Source records:

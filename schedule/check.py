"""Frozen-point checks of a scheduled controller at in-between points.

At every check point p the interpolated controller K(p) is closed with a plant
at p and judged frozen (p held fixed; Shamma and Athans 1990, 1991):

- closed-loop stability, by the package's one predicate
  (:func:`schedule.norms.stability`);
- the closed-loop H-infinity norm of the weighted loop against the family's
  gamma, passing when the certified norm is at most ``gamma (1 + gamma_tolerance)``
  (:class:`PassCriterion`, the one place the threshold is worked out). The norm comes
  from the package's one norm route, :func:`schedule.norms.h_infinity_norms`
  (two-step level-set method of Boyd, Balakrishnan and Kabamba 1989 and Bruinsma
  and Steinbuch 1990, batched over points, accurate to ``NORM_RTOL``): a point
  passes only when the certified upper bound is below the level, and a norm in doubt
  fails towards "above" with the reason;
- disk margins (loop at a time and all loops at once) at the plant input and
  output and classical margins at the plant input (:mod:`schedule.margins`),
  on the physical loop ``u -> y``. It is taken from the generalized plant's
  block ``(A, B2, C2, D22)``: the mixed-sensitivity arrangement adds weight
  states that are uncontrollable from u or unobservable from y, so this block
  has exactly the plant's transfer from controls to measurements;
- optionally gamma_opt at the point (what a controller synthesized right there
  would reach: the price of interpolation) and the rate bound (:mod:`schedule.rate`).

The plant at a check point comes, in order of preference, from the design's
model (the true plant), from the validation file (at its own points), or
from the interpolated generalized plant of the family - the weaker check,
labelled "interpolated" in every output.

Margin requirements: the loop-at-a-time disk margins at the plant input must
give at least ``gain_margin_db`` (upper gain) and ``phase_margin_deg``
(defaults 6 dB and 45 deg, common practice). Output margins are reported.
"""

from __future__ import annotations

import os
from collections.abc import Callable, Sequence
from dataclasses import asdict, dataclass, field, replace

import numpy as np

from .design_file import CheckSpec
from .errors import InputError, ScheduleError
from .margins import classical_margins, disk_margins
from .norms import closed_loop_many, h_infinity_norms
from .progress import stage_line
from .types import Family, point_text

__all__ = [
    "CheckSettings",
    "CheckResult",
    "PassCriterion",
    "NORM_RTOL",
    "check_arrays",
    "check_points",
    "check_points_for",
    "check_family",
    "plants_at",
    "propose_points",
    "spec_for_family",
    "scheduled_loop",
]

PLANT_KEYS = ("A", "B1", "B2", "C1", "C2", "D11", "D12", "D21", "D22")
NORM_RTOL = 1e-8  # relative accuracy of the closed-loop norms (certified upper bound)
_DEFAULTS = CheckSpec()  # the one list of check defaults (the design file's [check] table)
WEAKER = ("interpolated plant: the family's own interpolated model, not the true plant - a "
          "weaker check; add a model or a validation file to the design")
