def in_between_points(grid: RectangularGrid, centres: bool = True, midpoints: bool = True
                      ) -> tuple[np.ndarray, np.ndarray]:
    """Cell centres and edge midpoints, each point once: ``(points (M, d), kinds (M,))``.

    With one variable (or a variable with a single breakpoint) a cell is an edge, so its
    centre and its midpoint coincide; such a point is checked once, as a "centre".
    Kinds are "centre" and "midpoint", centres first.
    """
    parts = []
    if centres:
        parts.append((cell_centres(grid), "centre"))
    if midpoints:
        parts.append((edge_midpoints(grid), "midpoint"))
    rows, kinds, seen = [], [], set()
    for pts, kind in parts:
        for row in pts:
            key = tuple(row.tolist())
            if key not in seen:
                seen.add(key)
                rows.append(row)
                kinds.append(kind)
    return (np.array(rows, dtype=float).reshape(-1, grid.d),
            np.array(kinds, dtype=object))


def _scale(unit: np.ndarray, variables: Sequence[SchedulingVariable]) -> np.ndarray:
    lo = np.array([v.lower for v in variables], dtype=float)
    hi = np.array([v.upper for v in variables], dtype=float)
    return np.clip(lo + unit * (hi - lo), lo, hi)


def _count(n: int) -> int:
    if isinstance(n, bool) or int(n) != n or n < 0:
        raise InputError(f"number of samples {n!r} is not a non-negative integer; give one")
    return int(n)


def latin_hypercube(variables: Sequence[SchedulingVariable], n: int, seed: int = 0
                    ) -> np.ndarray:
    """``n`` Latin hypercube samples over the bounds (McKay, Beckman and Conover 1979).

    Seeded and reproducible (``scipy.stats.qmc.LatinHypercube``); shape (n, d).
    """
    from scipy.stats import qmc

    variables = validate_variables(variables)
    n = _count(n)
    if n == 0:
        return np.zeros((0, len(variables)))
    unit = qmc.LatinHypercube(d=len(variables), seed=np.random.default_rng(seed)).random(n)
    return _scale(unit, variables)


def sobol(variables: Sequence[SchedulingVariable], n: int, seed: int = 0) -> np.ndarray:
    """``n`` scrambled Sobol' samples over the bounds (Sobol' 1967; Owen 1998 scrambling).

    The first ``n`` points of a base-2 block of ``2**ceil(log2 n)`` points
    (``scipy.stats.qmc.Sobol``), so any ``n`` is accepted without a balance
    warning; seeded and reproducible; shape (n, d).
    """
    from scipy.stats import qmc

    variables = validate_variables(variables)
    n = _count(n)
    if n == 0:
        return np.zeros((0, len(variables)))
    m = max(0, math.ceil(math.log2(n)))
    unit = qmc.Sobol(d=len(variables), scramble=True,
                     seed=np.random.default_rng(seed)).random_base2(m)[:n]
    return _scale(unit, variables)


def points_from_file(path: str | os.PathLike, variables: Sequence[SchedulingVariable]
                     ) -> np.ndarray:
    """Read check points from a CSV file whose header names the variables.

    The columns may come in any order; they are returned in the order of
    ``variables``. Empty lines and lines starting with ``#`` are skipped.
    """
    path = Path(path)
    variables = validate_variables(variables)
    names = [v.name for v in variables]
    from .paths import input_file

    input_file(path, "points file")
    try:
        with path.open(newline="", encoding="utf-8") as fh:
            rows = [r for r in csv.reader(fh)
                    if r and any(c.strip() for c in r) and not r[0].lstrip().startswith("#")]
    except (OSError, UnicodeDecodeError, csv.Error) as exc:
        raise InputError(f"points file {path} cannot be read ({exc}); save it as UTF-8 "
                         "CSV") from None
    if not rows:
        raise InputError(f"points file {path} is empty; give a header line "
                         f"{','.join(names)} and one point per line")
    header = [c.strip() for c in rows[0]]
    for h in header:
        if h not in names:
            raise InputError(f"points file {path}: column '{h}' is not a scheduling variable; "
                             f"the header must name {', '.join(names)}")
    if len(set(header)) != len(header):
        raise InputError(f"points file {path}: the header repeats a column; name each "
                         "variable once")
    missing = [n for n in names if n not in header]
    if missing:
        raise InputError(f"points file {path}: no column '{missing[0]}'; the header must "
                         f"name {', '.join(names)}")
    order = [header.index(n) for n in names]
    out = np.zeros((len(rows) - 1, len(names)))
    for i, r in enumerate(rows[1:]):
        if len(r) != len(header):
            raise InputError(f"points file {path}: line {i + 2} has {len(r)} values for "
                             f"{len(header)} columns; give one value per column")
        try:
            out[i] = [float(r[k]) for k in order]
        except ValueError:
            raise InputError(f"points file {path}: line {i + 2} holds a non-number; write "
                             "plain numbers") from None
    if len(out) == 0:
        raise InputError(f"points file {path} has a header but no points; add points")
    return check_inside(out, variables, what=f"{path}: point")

What to produce: Pull out each record as written and restate it exactly.

Output:
filename schedule/check.py
"""Frozen-point checks of a scheduled controller at in-between points.

At every check point p the interpolated controller K(p) is closed with a plant
at p and judged frozen (p held fixed; Shamma and Athans 1990, 1991):

- closed-loop stability, by the package's one predicate
  (:func:`schedule.norms.stability`);
- the closed-loop H-infinity norm of the weighted loop against the family's
  gamma, passing when the certified norm is at most ``gamma (1 + gamma_tolerance)``
  (:class:`PassCriterion`, the one place the threshold is worked out). The norm comes
  from the package's one norm route, :func:`schedule.norms.h_infinity_norms`
  (two-step level-set method of Boyd, Balakrishnan and Kabamba 1989 and Bruinsma
  and Steinbuch 1990, batched over points, accurate to ``NORM_RTOL``): a point
  passes only when the certified upper bound is below the level, and a norm in doubt
  fails towards "above" with the reason;
- disk margins (loop at a time and all loops at once) at the plant input and
  output and classical margins at the plant input (:mod:`schedule.margins`),
  on the physical loop ``u -> y``. It is taken from the generalized plant's
  block ``(A, B2, C2, D22)``: the mixed-sensitivity arrangement adds weight
  states that are uncontrollable from u or unobservable from y, so this block
  has exactly the plant's transfer from controls to measurements;
- optionally gamma_opt at the point (what a controller synthesized right there
  would reach: the price of interpolation) and the rate bound (:mod:`schedule.rate`).

The plant at a check point comes, in order of preference, from the design's
model (the true plant), from the validation file (at its own points), or
from the interpolated generalized plant of the family - the weaker check,
labelled "interpolated" in every output.

Margin requirements: the loop-at-a-time disk margins at the plant input must
give at least ``gain_margin_db`` (upper gain) and ``phase_margin_deg``
(defaults 6 dB and 45 deg, common practice). Output margins are reported.
"""

from __future__ import annotations

import os
from collections.abc import Callable, Sequence
from dataclasses import asdict, dataclass, field, replace

import numpy as np

from .design_file import CheckSpec
from .errors import InputError, ScheduleError
from .margins import classical_margins, disk_margins
from .norms import closed_loop_many, h_infinity_norms
from .progress import stage_line
from .types import Family, point_text

__all__ = [
    "CheckSettings",
    "CheckResult",
    "PassCriterion",
    "NORM_RTOL",
    "check_arrays",
    "check_points",
    "check_points_for",
    "check_family",
    "plants_at",
    "propose_points",
    "spec_for_family",
    "scheduled_loop",
]

PLANT_KEYS = ("A", "B1", "B2", "C1", "C2", "D11", "D12", "D21", "D22")
NORM_RTOL = 1e-8  # relative accuracy of the closed-loop norms (certified upper bound)
_DEFAULTS = CheckSpec()  # the one list of check defaults (the design file's [check] table)
WEAKER = ("interpolated plant: the family's own interpolated model, not the true plant - a "
          "weaker check; add a model or a validation file to the design")
def in_between_points(grid: RectangularGrid, centres: bool = True, midpoints: bool = True
                      ) -> tuple[np.ndarray, np.ndarray]:
    """Cell centres and edge midpoints, each point once: ``(points (M, d), kinds (M,))``.

    With one variable (or a variable with a single breakpoint) a cell is an edge, so its
    centre and its midpoint coincide; such a point is checked once, as a "centre".
    Kinds are "centre" and "midpoint", centres first.
    """
    parts = []
    if centres:
        parts.append((cell_centres(grid), "centre"))
    if midpoints:
        parts.append((edge_midpoints(grid), "midpoint"))
    rows, kinds, seen = [], [], set()
    for pts, kind in parts:
        for row in pts:
            key = tuple(row.tolist())
            if key not in seen:
                seen.add(key)
                rows.append(row)
                kinds.append(kind)
    return (np.array(rows, dtype=float).reshape(-1, grid.d),
            np.array(kinds, dtype=object))


def _scale(unit: np.ndarray, variables: Sequence[SchedulingVariable]) -> np.ndarray:
    lo = np.array([v.lower for v in variables], dtype=float)
    hi = np.array([v.upper for v in variables], dtype=float)
    return np.clip(lo + unit * (hi - lo), lo, hi)


def _count(n: int) -> int:
    if isinstance(n, bool) or int(n) != n or n < 0:
        raise InputError(f"number of samples {n!r} is not a non-negative integer; give one")
    return int(n)


def latin_hypercube(variables: Sequence[SchedulingVariable], n: int, seed: int = 0
                    ) -> np.ndarray:
    """``n`` Latin hypercube samples over the bounds (McKay, Beckman and Conover 1979).

    Seeded and reproducible (``scipy.stats.qmc.LatinHypercube``); shape (n, d).
    """
    from scipy.stats import qmc

    variables = validate_variables(variables)
    n = _count(n)
    if n == 0:
        return np.zeros((0, len(variables)))
    unit = qmc.LatinHypercube(d=len(variables), seed=np.random.default_rng(seed)).random(n)
    return _scale(unit, variables)


def sobol(variables: Sequence[SchedulingVariable], n: int, seed: int = 0) -> np.ndarray:
    """``n`` scrambled Sobol' samples over the bounds (Sobol' 1967; Owen 1998 scrambling).

    The first ``n`` points of a base-2 block of ``2**ceil(log2 n)`` points
    (``scipy.stats.qmc.Sobol``), so any ``n`` is accepted without a balance
    warning; seeded and reproducible; shape (n, d).
    """
    from scipy.stats import qmc

    variables = validate_variables(variables)
    n = _count(n)
    if n == 0:
        return np.zeros((0, len(variables)))
    m = max(0, math.ceil(math.log2(n)))
    unit = qmc.Sobol(d=len(variables), scramble=True,
                     seed=np.random.default_rng(seed)).random_base2(m)[:n]
    return _scale(unit, variables)


def points_from_file(path: str | os.PathLike, variables: Sequence[SchedulingVariable]
                     ) -> np.ndarray:
    """Read check points from a CSV file whose header names the variables.

    The columns may come in any order; they are returned in the order of
    ``variables``. Empty lines and lines starting with ``#`` are skipped.
    """
    path = Path(path)
    variables = validate_variables(variables)
    names = [v.name for v in variables]
    from .paths import input_file

    input_file(path, "points file")
    try:
        with path.open(newline="", encoding="utf-8") as fh:
            rows = [r for r in csv.reader(fh)
                    if r and any(c.strip() for c in r) and not r[0].lstrip().startswith("#")]
    except (OSError, UnicodeDecodeError, csv.Error) as exc:
        raise InputError(f"points file {path} cannot be read ({exc}); save it as UTF-8 "
                         "CSV") from None
    if not rows:
        raise InputError(f"points file {path} is empty; give a header line "
                         f"{','.join(names)} and one point per line")
    header = [c.strip() for c in rows[0]]
    for h in header:
        if h not in names:
            raise InputError(f"points file {path}: column '{h}' is not a scheduling variable; "
                             f"the header must name {', '.join(names)}")
    if len(set(header)) != len(header):
        raise InputError(f"points file {path}: the header repeats a column; name each "
                         "variable once")
    missing = [n for n in names if n not in header]
    if missing:
        raise InputError(f"points file {path}: no column '{missing[0]}'; the header must "
                         f"name {', '.join(names)}")
    order = [header.index(n) for n in names]
    out = np.zeros((len(rows) - 1, len(names)))
    for i, r in enumerate(rows[1:]):
        if len(r) != len(header):
            raise InputError(f"points file {path}: line {i + 2} has {len(r)} values for "
                             f"{len(header)} columns; give one value per column")
        try:
            out[i] = [float(r[k]) for k in order]
        except ValueError:
            raise InputError(f"points file {path}: line {i + 2} holds a non-number; write "
                             "plain numbers") from None
    if len(out) == 0:
        raise InputError(f"points file {path} has a header but no points; add points")
    return check_inside(out, variables, what=f"{path}: point")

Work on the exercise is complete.